Thursday, April 09, 2009

Run Away!!!!!

So some days, the last thing I want is to meet the resurrected, glorious Christ. He just exposes too many flaws. Christianity Today "Christ is Risen- Run Away"

This pretty much sums up what I feel like lately. We are supposed to "approach the throne of grace with confidence" but my life seems to ooze anything but confidence in the presence or the potential presence of Jesus. I'm the non-compliant patient, the one with the infected sore. I fail to follow the Dr's orders - which would allow me to live a normal life and keep the infection in check, but again and again I become inflamed with 'stuff' trapped beneath the surface. Maybe its where I've been (not the cleanest of places) , maybe its lack of care - but it's gotten out of control again. I need to see the Healer...but I don't. I don't call, I don't go, I know I should...but I don't.

# days sober = 2

Monday, April 06, 2009

Am I a Practical Atheist?

I'll let you read the whole article for yourself (the link is below) but I will quote the part that tore me up and made me sit back and ask, "Is this me?". Unfortunately, the answer is "Yes, yes, and yes"
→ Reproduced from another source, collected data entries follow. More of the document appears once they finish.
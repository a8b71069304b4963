import { and, desc, eq, gte, inArray, lt, type SQL, sql } from "drizzle-orm";
import type { Database } from "../client";
import { usageEvents, usageHourLatencies } from "../schema/usage";
import { eachTeam, type UsageScope } from "./usage-sums";

export type UsageEventRow = typeof usageEvents.$inferSelect;

/** Which single requests are asked for. */
export interface EventFilter {
  readonly scope: UsageScope;
  /** Unix ms, the end not included. */
  readonly from: number;
  readonly to: number;
  /** `2xx`: answered, `4xx`: refused, `5xx`: failed, `error`: both. */
  readonly statuses?: "2xx" | "4xx" | "5xx" | "error";
  readonly operation?: string;
  readonly shape?: string;
  readonly requestId?: string;
}

const STATUSES: Readonly<Record<NonNullable<EventFilter["statuses"]>, SQL>> = {
  "2xx": sql`status < 400`,
  "4xx": sql`status >= 400 and status < 500`,
  "5xx": sql`status >= 400 and status >= 500`,
  error: sql`status >= 400`,
};

function matches({ scope, from, to, statuses, operation, shape, requestId }: EventFilter): SQL | undefined {
  return and(
    gte(usageEvents.at, from),
    lt(usageEvents.at, to),
    // A unary plus keeps the teams from choosing the index where the time or the key narrows it down more.
    scope.teamIds === "all"
      ? undefined
      : scope.teamIds.length === 1 && scope.keyId === undefined && statuses === undefined
        ? eq(usageEvents.teamId, scope.teamIds[0])
        : sql`+${inArray(usageEvents.teamId, [...scope.teamIds])}`,
    scope.keyId === undefined ? undefined : eq(usageEvents.keyId, scope.keyId),
    statuses && STATUSES[statuses],
    operation === undefined ? undefined : eq(usageEvents.operation, operation),
    shape === undefined ? undefined : eq(usageEvents.shape, shape),
    requestId === undefined ? undefined : eq(usageEvents.requestId, requestId),
  );
}

/** Single requests, newest first, and how many there are; they are counted up to `countUpTo`. */
export function listEvents(
  db: Database,
  filter: EventFilter,
  {
    limit,
    offset,
    countUpTo,
  }: { readonly limit: number; readonly offset: number; readonly countUpTo: number },
): { rows: UsageEventRow[]; total: number; more: boolean } {
  const where = matches(filter);
  const rows = db
    .select()
    .from(usageEvents)
    .where(where)
    .orderBy(desc(usageEvents.at))
    .limit(limit)
    .offset(offset)
    .all();
  const some = db
    .select({ one: sql`1`.as("one") })
    .from(usageEvents)
    .where(where)
    .limit(countUpTo + 1)
    .as("some");
  const counted =
    db
      .select({ total: sql<number>`count(*)` })
      .from(some)
      .get()?.total ?? 0;
  return { rows, total: Math.min(counted, countUpTo), more: counted > countUpTo };
}

/** The latest requests, for numbers that are kept by no sum. */
export function latestEvents(db: Database, filter: EventFilter, most: number): UsageEventRow[] {
  return db.select().from(usageEvents).where(matches(filter)).orderBy(desc(usageEvents.at)).limit(most).all();
}

/**
 * The slowest requests of some hours (since 1970, UTC; both included). The histograms tell from which latency on there
 * are enough, and in which hours those lie: only these hours are read.
 */
export function slowestEvents(
  db: Database,
  scope: UsageScope,
  hours: { readonly from: number; readonly to: number },
  most: number,
): UsageEventRow[] {
  const table = usageHourLatencies;
  const counted = db
    .select({ hour: table.hour, bucket: table.bucket, requests: sql<number>`sum(${table.requests})` })
    .from(table)
    .where(and(eachTeam(scope, table.teamId), gte(table.hour, hours.from), lt(table.hour, hours.to + 1)))
    .groupBy(table.hour, table.bucket)
    .orderBy(desc(table.bucket))
    .all();
  let enough = 0;
  const lowest = counted.find(({ requests }) => (enough += requests) >= most)?.bucket ?? 0;
  const slow = new Set(counted.filter(({ bucket }) => bucket >= lowest).map(({ hour }) => hour));
  const found = [...slow].flatMap((hour) =>
    db
      .select()
      .from(usageEvents)
      .where(
        and(
          matches({ scope, from: hour * 3_600_000, to: (hour + 1) * 3_600_000 }),
          // A hair below the bucket's edge, whose logarithm may round either way.
          gte(usageEvents.latencyUs, Math.floor(2 ** (lowest / 4)) - 1),
        ),
      )
      .orderBy(desc(usageEvents.latencyUs))
      .limit(most)
      .all(),
  );
  return found.sort((a, b) => b.latencyUs - a.latencyUs).slice(0, most);
}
Speaking of being fair, let's. I wonder if our fascination with atheism is well-focused. If Lent, the season we are currently slogging through, reminds us of anything, it reminds us that Christians are often practicing atheists. As I said, philosophical atheists cannot hate God. Christians, on the other hand, know God exists and therefore can and do hate him. One thing you do with persons you hate is pretend like they don't exist.

We dutifully say our prayers in the morning, but then go about the day hardly giving God a thought, making decisions and engaging the day as if we had left him at home. At the end of a whirlwind day, we fall exhausted into bed, and, if we are particularly devout, we offer up another prayer. But the picture at the center of this prayer-framed life is often blank.

Take simple moral choices. Jesus tells us not to lust. But that doesn't stop the occasional peek at porn. We are told to speak the truth in love, and yet we tell so many white lies, we need an Excel sheet to keep track. We know we should turn the other cheek, but we delight in imagining rituals of revenge.

There are unconscious sins — the thoughtless word or angry gesture that comes out of nowhere. But then there are the deliberate sins: we have a moment to ponder our duty, which lies clearly before us. No question what God is calling us to do. And we do the opposite.

If this isn't a form of atheism, even of hating God, I don't know what is. No wonder Jesus uses stark language to describe faith: We either hate Jesus (John 15:23-24) or we hate ourselves (John 12:25). That's what it comes down to. And we often know who "our first hate" is.

ChristianityToday "Where to Find the Real Atheists"


The God that invited us to "do life" with Him, knows all about my tendency to live as if He doesn't exist in whatever situation I'm in...and He's forgiven me for that already.

That is the message of hope for me this Easter.